To use OptimLib with an R package, first generate a header-only version of the library (see above). Then add the compiler definition USE_RCPP_ARMADILLO before including the OptimLib files:

#define USE_RCPP_ARMADILLO
#include "optim.hpp"

Examples

To illustrate OptimLib at work, consider searching for the global minimum of the Ackley function:

Ackley

This is a well-known test function with many local minima. Newton-type methods (such as BFGS) are sensitive to the choice of initial values, and will perform rather poorly here. As such, we will employ a global search method; in this case: Differential Evolution.

Code:

#define OPTIM_ENABLE_ARMA_WRAPPERS
#include "optim.hpp"

//
// Ackley function

double ackley_fn(const arma::vec& vals_inp, arma::vec* grad_out, void* opt_data)
{
    const double x = vals_inp(0);
    const double y = vals_inp(1);
    const double pi = arma::datum::pi;

    double obj_val = -20*std::exp( -0.2*std::sqrt(0.5*(x*x + y*y)) ) - std::exp( 0.5*(std::cos(2*pi*x) + std::cos(2*pi*y)) ) + 22.718282L;

    //

    return obj_val;
}

int main()
{
    // initial values:
    arma::vec x = arma::ones(2,1) + 1.0; // (2,2)

    //

    std::chrono::time_point<std::chrono::system_clock> start = std::chrono::system_clock::now();

    bool success = optim::de(x,ackley_fn,nullptr);

    std::chrono::time_point<std::chrono::system_clock> end = std::chrono::system_clock::now();
    std::chrono::duration<double> elapsed_seconds = end-start;

    if (success) {
        std::cout << "de: Ackley test completed successfully.\n"
                  << "elapsed time: " << elapsed_seconds.count() << "s\n";
    } else {
        std::cout << "de: Ackley test completed unsuccessfully." << std::endl;
    }

    arma::cout << "\nde: solution to Ackley test:\n" << x << arma::endl;

    return 0;
}

Compile and run:

g++ -Wall -std=c++11 -O3 -march=native -ffp-contract=fast -I/path/to/armadillo -I/path/to/optim/include optim_de_ex.cpp -o optim_de_ex.out -L/path/to/optim/lib -loptim
./optim_de_ex.out

Output:

de: Ackley test completed successfully.
elapsed time: 0.028167s

de: solution to Ackley test:
  -1.2702e-17
  -3.8432e-16

On a standard laptop, OptimLib will compute a solution to within machine precision in a fraction of a second.

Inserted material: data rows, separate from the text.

package order

import (
	"context"
	"io"
	"math"
	"strings"

	"pairloom/sparse/chain"
	"pairloom/sparse/source"
	"pairloom/sparse/source/npy"
	"pairloom/sparse/source/table"
)

// Points reads points (one a line of text, or .npy of shape N × d or N), numbered from
// 0, and publishes their flag complex in dir, which exists: edges by Euclidean distance
// up to spec.MaxScale, or up to the enclosing radius (the least over all points of the
// distance to the farthest other one), beyond which the diagram does not change.
// Vertices enter at 0, a simplex with its longest edge. Degrees K, default 1; simplices
// up to degree K+1 are made. threads goroutines at most, all ended on return.
//
// Errors: *source.InputError for the file, *source.TooBig, with the counts and the
// scale that would fit, before anything is built; ctx's cause; what the system says.
// After an error no file is left in dir.
//
// Time: with a scale, the pairs within it and those in neighbouring cells of a grid;
// without, up to O(N²·d). Then O(Σ over edges of the degrees of their ends) and what
// the complex takes. Memory: 8 bytes a coordinate, about 60 an edge, 8k + 16 a
// k-simplex, 4(k−1) more below the highest degree; the written pages are in it.
func Points(ctx context.Context, spec source.Spec, dir string, threads int, p source.Progress) (*chain.Complex, error) {
	path, err := oneInput(spec)
	if err != nil {
		return nil, err
	}
	p.Stage("read")
	s := &cloud{path: path, budget: spec.MemoryBytes}
	defer s.free()
	if err := s.read(ctx, p); err != nil {
		return nil, err
	}
	c := &chain.Complex{Kind: string(source.Points)}
	e := &edgeSearch{path: path, spec: spec, complex: c, metric: s, held: 8 * uint64(len(s.at)), threads: threads, progress: p}
	f, err := e.run(ctx)
	if err != nil {
		return nil, err
	}
	s.free()
	return f.complex(ctx, spec, c, dir, threads, p)
}

func oneInput(spec source.Spec) (string, error) {
	if len(spec.Inputs) != 1 {
		return "", &source.UsageError{Why: string(spec.Kind) + ": exactly one input file was expected"}
	}
	return spec.Inputs[0], nil
}

// cloud is a set of points.
type cloud struct {
	path   string
	budget uint64
	n, d   int
	at     []float64 // n × d
	own    array[float64]
	cells  *buckets // set by prepare
}

func (s *cloud) free() {
	s.at, s.cells = nil, nil
	s.own.free()
}

func (s *cloud) point(i int) []float64 { return s.at[i*s.d : i*s.d+s.d] }

func (s *cloud) read(ctx context.Context, p source.Progress) error {
	read := s.text
	if strings.HasSuffix(s.path, ".npy") {
		read = s.array
	}
	if err := read(ctx, p); err != nil {
		return err
	}
	return s.checkSpread()
}

// grow makes room for n more numbers, within the budget.
func (s *cloud) grow(n int) error {
	if len(s.at)+n <= cap(s.at) {
		return nil
	}
	to := len(s.at) + max(n, min(len(s.at), 1<<24), 1<<12)
	if s.budget > 0 && 8*uint64(len(s.at)+n) > s.budget {
		return &source.TooBig{Why: source.Broken(s.path, 0, "the numbers in it alone take more than the %d bytes allowed; raise --memory", s.budget).Error()}
	}
	s.at = s.own.grow(s.at, to)
	return nil
}

func (s *cloud) text(ctx context.Context, p source.Progress) error {
	in, err := table.Open(s.path)
	if err != nil {
		return err
	}
	defer in.Close()
	for ; in.Next(); s.n++ {
		if s.n%4096 == 0 {
			p.Advance(in.BytesRead(), in.Size())
			if ctx.Err() != nil {
				return context.Cause(ctx)
			}
		}
		if s.n == 0 {
			s.d = len(in.Fields())
		}
		if len(in.Fields()) != s.d {
			return source.Broken(s.path, in.Line(), "%d numbers; %d were expected, as in the lines before", len(in.Fields()), s.d)
		}
		if err := s.grow(s.d); err != nil {
			return err
		}
		if s.at, err = numbers(s.path, in, s.at); err != nil {
			return err
		}
	}
	if in.Err() == nil && s.n == 0 {
		return source.Broken(s.path, 0, "no data in it; one line of numbers for each point was expected")
	}
	return in.Err()
}

// numbers appends the finite numbers of a line.
func numbers(path string, in *table.Reader, to []float64) ([]float64, error) {
	for i, f := range in.Fields() {
		v, ok := table.ParseFloat(f)
		if !ok || math.IsNaN(v) || math.IsInf(v, 0) {
			return nil, source.Broken(path, in.Line(), "column %d: %q; a finite number was expected", i+1, f)
		}
		to = append(to, source.Clean(v))
	}
	return to, nil
}

func (s *cloud) array(ctx context.Context, p source.Progress) error {
	in, err := npy.Open(s.path)
	if err != nil {
		return err
	}
	defer in.Close()
	h := in.Header()
	switch s.n, s.d = 0, 1; len(h.Shape) {
	case 1:
		s.n = h.Shape[0]
	case 2:
		s.n, s.d = h.Shape[0], h.Shape[1]
	default:
		return source.Broken(s.path, 0, "%d axes; an array of shape N × d was expected, one point a row", len(h.Shape))
	}
	if err := s.grow(in.Len()); err != nil {
		return err
	}
	s.at = s.at[:in.Len()]
	buf := make([]float64, 1<<14)
	for at := 0; at < len(s.at); {
		if ctx.Err() != nil {
			return context.Cause(ctx)
		}
		n, err := in.Read(buf)
		if err != nil && err != io.EOF {
			return err
		}
		for q, v := range buf[:n] {
			i, j := (at+q)/s.d, (at+q)%s.d
			if h.Fortran && len(h.Shape) == 2 {
				i, j = (at+q)%s.n, (at+q)/s.n
			}
			if math.IsNaN(v) || math.IsInf(v, 0) {
				return source.Broken(s.path, 0, "entry [%d, %d] is %v; a finite number was expected", i, j, v)
			}
			s.at[i*s.d+j] = v
		}
		at += n
		p.Advance(uint64(at), uint64(len(s.at)))
	}
	return nil
}

// checkSpread refuses points so far apart that squares of distances overflow.
func (s *cloud) checkSpread() error {
	sum := 0.0
	for _, x := range s.extents() {
		sum += (x.high - x.low) * (x.high - x.low)
	}
	if math.IsInf(sum, 1) {
		return source.Broken(s.path, 0, "the points are so far apart that squares of distances overflow; scale the coordinates down")
	}
	return nil
}

// size implements metric.
func (s *cloud) size() int { return s.n }

// square is the squared Euclidean distance; the conversion forbids fused operations, so
// that all machines round alike.
func square(a, b []float64) (sum float64) {
	b = b[:len(a)]
	for i, x := range a {
		sum += float64((x - b[i]) * (x - b[i]))
	}
	return sum
}

// farthest implements metric.
func (s *cloud) farthest(u int, most float64) float64 {
	far, a := 0.0, s.point(u)
	limit := above(most)
	for v := range s.n {
		if far = max(far, square(a, s.point(v))); far > limit {
			break
		}
	}
	return math.Sqrt(far)
}

// above is a bound for the squares of distances up to a scale: what is above it is
// above the scale, whatever was rounded.
func above(scale float64) float64 {
	return scale*scale*(1+1e-9) + math.SmallestNonzeroFloat64
}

Check the /tests directory for additional examples, and http://www.kthohr.com/optimlib.html for a detailed description of each algorithm.

Logistic regression

For a data-based example, consider maximum likelihood estimation of a logit model, common in statistics and machine learning. In this case we have closed-form expressions for the gradient and hessian. We will employ a popular gradient descent method, Adam (Adaptive Moment Estimation), and compare to a pure Newton-based algorithm.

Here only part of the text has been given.